◆ **ABOUT THIS TASK**
Give back exactly the lines of the material below that start at the line containing "reading ADD COLUMN" and end at the line containing "not_applicable OR disposition", and no others.
** GIVEN DATA follows **
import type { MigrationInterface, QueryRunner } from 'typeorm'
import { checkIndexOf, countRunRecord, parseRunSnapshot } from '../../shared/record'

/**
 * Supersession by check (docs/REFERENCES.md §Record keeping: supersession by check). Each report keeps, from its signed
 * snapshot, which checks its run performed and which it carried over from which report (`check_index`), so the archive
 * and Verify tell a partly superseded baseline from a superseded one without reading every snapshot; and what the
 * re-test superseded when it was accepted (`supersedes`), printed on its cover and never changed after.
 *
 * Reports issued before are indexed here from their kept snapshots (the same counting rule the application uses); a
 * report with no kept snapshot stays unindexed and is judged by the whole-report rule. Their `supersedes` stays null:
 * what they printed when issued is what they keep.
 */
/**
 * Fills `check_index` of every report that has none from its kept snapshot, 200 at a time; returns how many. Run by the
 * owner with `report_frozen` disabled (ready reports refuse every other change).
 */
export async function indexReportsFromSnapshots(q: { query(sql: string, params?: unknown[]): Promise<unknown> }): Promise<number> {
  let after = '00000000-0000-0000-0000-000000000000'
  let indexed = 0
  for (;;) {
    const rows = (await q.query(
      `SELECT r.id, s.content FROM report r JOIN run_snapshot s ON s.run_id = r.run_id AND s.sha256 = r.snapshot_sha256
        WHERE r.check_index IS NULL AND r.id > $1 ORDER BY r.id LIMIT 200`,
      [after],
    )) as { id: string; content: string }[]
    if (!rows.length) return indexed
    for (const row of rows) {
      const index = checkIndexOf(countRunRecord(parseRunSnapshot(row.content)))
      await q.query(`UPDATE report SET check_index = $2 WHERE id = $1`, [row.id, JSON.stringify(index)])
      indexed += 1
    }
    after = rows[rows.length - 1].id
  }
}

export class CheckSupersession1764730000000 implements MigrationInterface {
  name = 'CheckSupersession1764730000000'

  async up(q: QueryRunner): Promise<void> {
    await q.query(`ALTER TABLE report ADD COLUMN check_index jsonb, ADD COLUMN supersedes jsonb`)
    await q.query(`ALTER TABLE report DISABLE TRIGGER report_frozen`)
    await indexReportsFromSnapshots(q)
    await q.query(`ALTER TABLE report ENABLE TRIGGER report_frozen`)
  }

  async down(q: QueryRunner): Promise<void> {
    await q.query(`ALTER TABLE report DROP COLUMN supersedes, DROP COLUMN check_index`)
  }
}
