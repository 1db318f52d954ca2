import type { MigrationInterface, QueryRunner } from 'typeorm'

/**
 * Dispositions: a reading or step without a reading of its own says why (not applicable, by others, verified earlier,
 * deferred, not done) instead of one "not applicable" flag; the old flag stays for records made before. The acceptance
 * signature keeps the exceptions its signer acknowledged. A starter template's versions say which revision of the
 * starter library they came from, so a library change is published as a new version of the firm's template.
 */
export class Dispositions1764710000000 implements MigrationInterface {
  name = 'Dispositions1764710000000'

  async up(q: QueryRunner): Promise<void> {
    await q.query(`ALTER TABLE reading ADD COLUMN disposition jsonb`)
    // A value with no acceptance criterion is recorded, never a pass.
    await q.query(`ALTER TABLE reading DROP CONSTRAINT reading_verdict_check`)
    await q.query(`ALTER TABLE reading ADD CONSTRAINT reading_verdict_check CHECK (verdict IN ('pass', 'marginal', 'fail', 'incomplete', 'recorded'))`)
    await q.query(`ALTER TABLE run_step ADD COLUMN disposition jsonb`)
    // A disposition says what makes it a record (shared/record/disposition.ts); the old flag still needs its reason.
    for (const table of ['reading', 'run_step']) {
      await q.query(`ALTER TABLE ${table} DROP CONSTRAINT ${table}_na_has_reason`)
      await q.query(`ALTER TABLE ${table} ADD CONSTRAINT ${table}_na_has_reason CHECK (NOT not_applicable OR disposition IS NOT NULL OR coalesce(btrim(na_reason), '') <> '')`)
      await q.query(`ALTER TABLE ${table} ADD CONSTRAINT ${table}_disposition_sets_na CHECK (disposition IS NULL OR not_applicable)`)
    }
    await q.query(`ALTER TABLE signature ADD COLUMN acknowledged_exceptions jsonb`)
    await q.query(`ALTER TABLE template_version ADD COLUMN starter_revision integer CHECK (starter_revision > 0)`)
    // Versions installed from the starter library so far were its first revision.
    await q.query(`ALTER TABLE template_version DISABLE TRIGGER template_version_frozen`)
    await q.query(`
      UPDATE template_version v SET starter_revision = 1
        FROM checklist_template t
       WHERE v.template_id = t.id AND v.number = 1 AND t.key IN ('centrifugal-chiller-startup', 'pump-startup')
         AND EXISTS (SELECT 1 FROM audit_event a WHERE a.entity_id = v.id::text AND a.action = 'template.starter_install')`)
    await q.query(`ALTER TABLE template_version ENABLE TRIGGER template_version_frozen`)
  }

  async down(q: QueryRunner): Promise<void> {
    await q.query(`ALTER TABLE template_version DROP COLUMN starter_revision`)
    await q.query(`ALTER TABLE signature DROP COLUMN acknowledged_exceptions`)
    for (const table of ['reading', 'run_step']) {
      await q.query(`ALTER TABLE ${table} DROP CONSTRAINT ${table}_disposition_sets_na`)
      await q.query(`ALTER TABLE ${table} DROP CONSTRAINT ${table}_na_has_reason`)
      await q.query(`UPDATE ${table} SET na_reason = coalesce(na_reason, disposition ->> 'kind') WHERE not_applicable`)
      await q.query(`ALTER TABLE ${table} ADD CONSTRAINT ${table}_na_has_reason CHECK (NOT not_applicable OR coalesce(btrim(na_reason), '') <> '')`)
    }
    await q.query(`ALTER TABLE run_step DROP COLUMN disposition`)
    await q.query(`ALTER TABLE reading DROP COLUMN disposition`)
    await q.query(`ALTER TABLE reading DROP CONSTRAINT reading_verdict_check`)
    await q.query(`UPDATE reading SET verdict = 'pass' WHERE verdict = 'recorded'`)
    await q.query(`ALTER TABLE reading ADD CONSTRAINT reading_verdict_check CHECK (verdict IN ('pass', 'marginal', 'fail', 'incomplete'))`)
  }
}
** End of GIVEN DATA **
◆ **YOUR RESPONSE**
    await q.query(`ALTER TABLE reading ADD COLUMN disposition jsonb`)
    // A value with no acceptance criterion is recorded, never a pass.
    await q.query(`ALTER TABLE reading DROP CONSTRAINT reading_verdict_check`)
    await q.query(`ALTER TABLE reading ADD CONSTRAINT reading_verdict_check CHECK (verdict IN ('pass', 'marginal', 'fail', 'incomplete', 'recorded'))`)
    await q.query(`ALTER TABLE run_step ADD COLUMN disposition jsonb`)
    // A disposition says what makes it a record (shared/record/disposition.ts); the old flag still needs its reason.
    for (const table of ['reading', 'run_step']) {
      await q.query(`ALTER TABLE ${table} DROP CONSTRAINT ${table}_na_has_reason`)
      await q.query(`ALTER TABLE ${table} ADD CONSTRAINT ${table}_na_has_reason CHECK (NOT not_applicable OR disposition IS NOT NULL OR coalesce(btrim(na_reason), '') <> '')`)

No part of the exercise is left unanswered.